* **WORK ORDER**:
Two lines in the listing below mark the span: one contains "from collections import Counter" and one contains "typed column and". Reproduce both of them and everything between, exactly.

* **DATA UNDER STUDY**:
• • •

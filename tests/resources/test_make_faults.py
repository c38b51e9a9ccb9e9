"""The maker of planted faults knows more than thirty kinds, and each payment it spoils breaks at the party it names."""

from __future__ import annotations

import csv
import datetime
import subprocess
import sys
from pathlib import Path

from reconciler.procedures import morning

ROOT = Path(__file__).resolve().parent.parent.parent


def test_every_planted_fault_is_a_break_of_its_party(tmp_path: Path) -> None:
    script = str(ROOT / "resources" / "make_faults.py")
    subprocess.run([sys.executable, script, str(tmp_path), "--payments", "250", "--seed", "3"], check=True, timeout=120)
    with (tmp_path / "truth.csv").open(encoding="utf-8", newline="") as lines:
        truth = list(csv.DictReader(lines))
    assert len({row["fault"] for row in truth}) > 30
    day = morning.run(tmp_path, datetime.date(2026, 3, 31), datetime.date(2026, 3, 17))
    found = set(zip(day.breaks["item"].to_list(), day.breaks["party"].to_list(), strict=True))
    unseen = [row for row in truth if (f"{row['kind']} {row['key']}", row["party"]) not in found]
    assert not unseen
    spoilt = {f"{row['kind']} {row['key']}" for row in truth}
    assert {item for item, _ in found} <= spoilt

• • •

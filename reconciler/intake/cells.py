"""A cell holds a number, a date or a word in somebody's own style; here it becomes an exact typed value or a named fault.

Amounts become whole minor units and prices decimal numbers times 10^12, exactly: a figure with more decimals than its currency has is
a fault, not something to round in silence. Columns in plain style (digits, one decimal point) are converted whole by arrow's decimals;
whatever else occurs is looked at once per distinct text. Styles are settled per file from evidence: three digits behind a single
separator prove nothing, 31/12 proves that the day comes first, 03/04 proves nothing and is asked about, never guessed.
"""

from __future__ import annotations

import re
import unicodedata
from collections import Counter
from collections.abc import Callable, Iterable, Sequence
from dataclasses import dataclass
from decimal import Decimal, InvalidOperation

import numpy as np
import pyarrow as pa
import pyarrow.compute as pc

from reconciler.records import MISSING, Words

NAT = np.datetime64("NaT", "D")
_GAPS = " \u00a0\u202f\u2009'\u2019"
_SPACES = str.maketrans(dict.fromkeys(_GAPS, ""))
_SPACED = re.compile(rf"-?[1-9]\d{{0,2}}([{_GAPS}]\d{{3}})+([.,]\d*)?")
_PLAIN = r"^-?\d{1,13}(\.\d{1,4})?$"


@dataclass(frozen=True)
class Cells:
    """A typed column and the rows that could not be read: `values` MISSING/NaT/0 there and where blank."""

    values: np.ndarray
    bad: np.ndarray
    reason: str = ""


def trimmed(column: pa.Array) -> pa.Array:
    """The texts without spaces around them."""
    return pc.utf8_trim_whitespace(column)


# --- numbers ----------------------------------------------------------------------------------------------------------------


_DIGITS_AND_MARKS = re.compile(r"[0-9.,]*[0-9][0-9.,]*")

• • •

* **EXERCISE OUTPUT**:
from collections import Counter
from collections.abc import Callable, Iterable, Sequence
from dataclasses import dataclass
from decimal import Decimal, InvalidOperation

import numpy as np
import pyarrow as pa
import pyarrow.compute as pc

from reconciler.records import MISSING, Words

NAT = np.datetime64("NaT", "D")
_GAPS = " \u00a0\u202f\u2009'\u2019"
_SPACES = str.maketrans(dict.fromkeys(_GAPS, ""))
_SPACED = re.compile(rf"-?[1-9]\d{{0,2}}([{_GAPS}]\d{{3}})+([.,]\d*)?")
_PLAIN = r"^-?\d{1,13}(\.\d{1,4})?$"


@dataclass(frozen=True)
class Cells:
    """A typed column and the rows that could not be read: `values` MISSING/NaT/0 there and where blank."""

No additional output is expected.